= Gerald O. Barney =

American physicist (1937–2020)

Gerald O. Barney (December 15, 1937 – September 9, 2020) was an American physicist, and expert in the field of sustainable development, known as principal author of The Global 2000 Report to the President.

== Biography ==
Barney was born in 1937, and started his studies at the Goethe University Frankfurt in the year 1958–59. He then returned the States to Salem, Oregon, where he obtained his BA at the Willamette University in 1961. Six years later he obtained his PhD in physics at the University of Wisconsin–Madison, with a thesis on fusion energy.

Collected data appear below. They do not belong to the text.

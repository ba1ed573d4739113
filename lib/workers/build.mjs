/**
 * Bundles every lib/workers/*.worker.ts into .next/workers/<name>.mjs, after `next build`.
 * Packages stay outside the bundle (they are loaded from node_modules), so fonts and wasm beside them are found.
 */
import { readdirSync } from "node:fs";
import { basename, join, resolve } from "node:path";
import { fileURLToPath } from "node:url";
import { build } from "esbuild";

const folder = fileURLToPath(new URL(".", import.meta.url));
const root = join(folder, "../..");
const entries = readdirSync(folder).filter((file) => /\.worker\.tsx?$/.test(file));

await build({
  absWorkingDir: root,
  entryPoints: entries.map((file) => ({
    in: join(folder, file),
    out: basename(file).replace(/\.worker\.tsx?$/, ""),
  })),
  outdir: resolve(root, process.env.WORKERS_OUT ?? ".next/workers"),
  outExtension: { ".js": ".mjs" },
  bundle: true,
  platform: "node",
  target: "node20",
  format: "esm",
  jsx: "automatic",
  packages: "external",
  alias: { "@": root },
  legalComments: "none",
  logLevel: "warning",
});
console.log(`workers: ${entries.map((file) => basename(file)).join(", ")}`);
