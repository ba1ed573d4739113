"use client";

import { useRef, useState } from "react";
import { useRouter } from "next/navigation";
import { ActionForm, SubmitButton, type FormAction } from "@/components/ui/action-form";
import { Button } from "@/components/ui/button";
import { TextArea } from "@/components/ui/fields";
import { MAX_COMMENT, type CommentSubject } from "@/lib/domain/comment/schema";
import { newId } from "@/lib/domain/new-id";

/** A new comment; a button per person puts "@name" into it, which mails them. */
export function CommentForm({
  action,
  tripId,
  subject,
  people,
}: {
  readonly action: FormAction<null>;
  readonly tripId: string;
  readonly subject: CommentSubject;
  readonly people: readonly { readonly id: string; readonly name: string }[];
}) {
  const router = useRouter();
  const [body, setBody] = useState("");
  // Made when the first sending needs it. No state: drawing the form anew would empty the hidden field before it is read.
  const commentId = useRef("");
  const field = useRef<HTMLTextAreaElement>(null);
  function mention(name: string) {
    const at = field.current?.selectionStart ?? body.length;
    const before = body.slice(0, at);
    const gap = before === "" || /\s$/.test(before) ? "" : " ";
    setBody(`${before}${gap}@${name} ${body.slice(at)}`);
    field.current?.focus();
  }
  return (
    <ActionForm
      action={action}
      className="mt-6 border-t border-hair pt-4"
      onSubmitCapture={(event) => {
        commentId.current ||= newId();
        const hidden = event.currentTarget.elements.namedItem("commentId");
        if (hidden instanceof HTMLInputElement) hidden.value = commentId.current;
      }}
      onDone={() => {
        setBody("");
        commentId.current = "";
        router.refresh();
      }}
    >
      <input type="hidden" name="tripId" value={tripId} />
      <input type="hidden" name="subject:json" value={JSON.stringify(subject)} />
      <input type="hidden" name="commentId" defaultValue="" />
      <TextArea
        name="body"
        label="Comment"
        ref={field}
        value={body}
        maxLength={MAX_COMMENT}
        onChange={(event) => setBody(event.target.value)}
        hint={people.length > 0 ? "Call somebody by @name and they get it by e-mail." : undefined}
      />
      <div className="mt-3 flex flex-wrap items-center gap-2">
        {people.map((person) => (
          <Button key={person.id} look="quiet" onClick={() => mention(person.name)}>
            @{person.name}
          </Button>
        ))}
        <SubmitButton>Write the comment</SubmitButton>
      </div>
    </ActionForm>
  );
}
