import type { PaperSize } from "@/lib/domain/paper/schema";
import type { PracticeSheetView } from "@/lib/domain/pull-test/practice-sheet";
import type { PaperDocument } from "@/lib/domain/views";
import { renderPaper, renderPracticeSheet, type PaperOptions } from "@/lib/pdf/render";

export interface PdfRequest {
  readonly papers: readonly PaperDocument[];
  readonly options: PaperOptions;
}

export interface PracticeSheetRequest {
  readonly practiceSheet: PracticeSheetView;
  readonly size: PaperSize;
}

export function renderPdf(request: PdfRequest | PracticeSheetRequest): Promise<Uint8Array> {
  if ("practiceSheet" in request) return renderPracticeSheet(request.practiceSheet, request.size);
  return renderPaper(request.papers, request.options);
}
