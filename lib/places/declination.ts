import geomagnetism from "geomagnetism";
import type { LatLon } from "@/lib/calc/places/utm";

/** Days on which WMM2025 is good (NOAA/NCEI and BGS, World Magnetic Model 2025; its end as the package has it). */
const FIRST_DAY = "2025-01-01";
const LAST_DAY = "2029-11-12";

/**
 * Angle from true to magnetic north on a day, degrees, positive east; null on days that the model does not cover.
 * @param altitudeM above the sea, taken for the height above the ellipsoid: the difference of under 110 m changes nothing seen
 * @param day yyyy-mm-dd
 */
export function declinationDeg(place: LatLon, altitudeM: number | null, day: string): number | null {
  if (day < FIRST_DAY || day > LAST_DAY) return null;
  const model = geomagnetism.model(new Date(`${day}T12:00:00Z`));
  return model.point([place.latitude, place.longitude, (altitudeM ?? 0) / 1000]).decl;
}
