import { eq } from "drizzle-orm";
import type { z } from "zod";
import { withTransaction } from "@/db/client";
import { emergencyPlan } from "@/db/schema";
import { requirePermission } from "@/lib/auth/permission";
import { emergencyPlanInput } from "@/lib/domain/emergency/schema";
import { instantOf, minuteOfDay } from "@/lib/format/days";
import type { Context } from "@/lib/services/context/context";
import { loadTripRow, recordChange, refuseStale } from "../trips/internal";
import { parseInput } from "../trips/parse-input";
import { loadEmergencyPlan, toEmergencyView } from "./internal";

export async function saveEmergencyPlan({
  ctx,
  input,
}: {
  ctx: Context;
  input: z.input<typeof emergencyPlanInput>;
}): Promise<void> {
  const { tripId, version, dueBackDay, dueBackTime, steps, ...texts } = parseInput(emergencyPlanInput, input);
  await withTransaction(async (tx) => {
    await requirePermission(ctx, tripId, "emergency.edit", tx);
    const trip = await loadTripRow(tx, tripId);
    const known = await loadEmergencyPlan(tx, tripId);
    if (known.version !== version) {
      const current = toEmergencyView(known, trip);
      await refuseStale(tx, { trip, entityId: `emergency ${tripId}`, what: "the emergency plan", current });
    }
    const row = {
      ...texts,
      dueBackAt: dueBackDay === "" ? null : instantOf(dueBackDay, minuteOfDay(dueBackTime), trip.timeZone),
      steps: [...steps].sort((a, b) => a.afterMinutes - b.afterMinutes),
      version: version + 1,
      backAt: null,
      updatedAt: new Date(),
    };
    await tx
      .insert(emergencyPlan)
      .values({ tripId, ...row })
      .onConflictDoUpdate({ target: emergencyPlan.tripId, set: row, setWhere: eq(emergencyPlan.version, version) });
    await recordChange(tx, ctx, {
      tripId,
      action: "update",
      entity: "trip",
      entityId: `emergency ${tripId}`,
      summary: "emergency plan",
      isPrinted: false,
    });
  });
}
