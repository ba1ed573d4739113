import { eq } from "drizzle-orm";
import { getDb, withTransaction } from "@/db/client";
import { personalDetail, tripCalendar } from "@/db/schema";
import { addDays, dayOf } from "@/lib/format/days";
import { findLastDay } from "../answers/internal";
import { loadRosterSettings } from "../roster/internal";
import { loadTripRow } from "../trips/internal";
import { isSealedWithCurrentKey, seal, unseal } from "./seal";

/** Deletes what people wrote about themselves when its time after the trip is over. */
export async function deleteOldDetails(now: Date): Promise<number> {
  const trips = await getDb().selectDistinct({ tripId: personalDetail.tripId }).from(personalDetail);
  let count = 0;
  for (const { tripId } of trips) {
    count += await withTransaction(async (tx) => {
      const trip = await loadTripRow(tx, tripId);
      const { keepDetailsDays } = await loadRosterSettings(tx, tripId);
      const [calendar] = await tx.select().from(tripCalendar).where(eq(tripCalendar.tripId, tripId));
      const end = calendar?.calledOffAt ? dayOf(calendar.calledOffAt, trip.timeZone) : await findLastDay(tx, trip);
      if (dayOf(now, trip.timeZone) <= addDays(end, keepDetailsDays)) return 0;
      const gone = await tx
        .delete(personalDetail)
        .where(eq(personalDetail.tripId, tripId))
        .returning({ id: personalDetail.id });
      return gone.length;
    });
  }
  return count;
}

/** Seals again under the newest key what still lies under an older one; then the older can leave the settings. */
export async function resealDetails(): Promise<number> {
  const rows = await getDb().select({ id: personalDetail.id, sealed: personalDetail.sealed }).from(personalDetail);
  const old = rows.filter((row) => !isSealedWithCurrentKey(row.sealed));
  for (const { id } of old) {
    await withTransaction(async (tx) => {
      const [row] = await tx.select().from(personalDetail).where(eq(personalDetail.id, id));
      if (!row || isSealedWithCurrentKey(row.sealed)) return;
      const place = { rowId: row.id, personId: row.personId, tripId: row.tripId };
      const sealed = seal(unseal(row.sealed, place), place);
      await tx.update(personalDetail).set({ sealed }).where(eq(personalDetail.id, id));
    });
  }
  return old.length;
}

After graduation Barney conducted postdoctoral research on the management of complex systems at MIT in 1970. he then joined the Rockefeller Brothers Fund as staff member in the field of environmental studies. in the late 1980s he management the research and of the production of The Global 2000 Report to the President, issued by US President Jimmy Carter.

In 1983 he founded the Millennium Institute to "promote long-term integrated global thinking in national governments, universities, foundations, and the faith traditions of the world," In 2013 he issued a follow-up of his famous 1980 report, entitled The Global 2000 Report to the President of the US: Entering the 21st Century: The Technical Report.

Barney died on September 9, 2020, at the age of 81.

== Selected publications ==
- Barney, Gerald O. The global 2000 report to the President; entering the twenty-first century. (1980).
- Barney, Gerald O. The Global 2000 Report to the President of the US: Entering the 21st Century: The Technical Report. Vol. 2. Elsevier, 2013.

=== Articles ===
- Garrett, M. J., Barney, G. O., Hommel, J. M., & Barney, K. R. (1991). Studies for the 21st Century. In Studies for the 21st century. Institute for 21st Century Studies.
- Qu, Weishuang, and Gerald O. Barney. "Projecting China’s grain supply and demand using a new computer simulation model." China in the Global Economy Agriculture in China and OECD Countries Past Policies and Future Challenges (OECD Proceedings): Past Policies and Future Challenges (OECD Proceedings) (1999): 227.
- Barney, Gerald O. "The Global 2000 Report to the President and the Threshold 21 model: influences of Dana Meadows and system dynamics." System Dynamics Review 18.2 (2002): 123–136.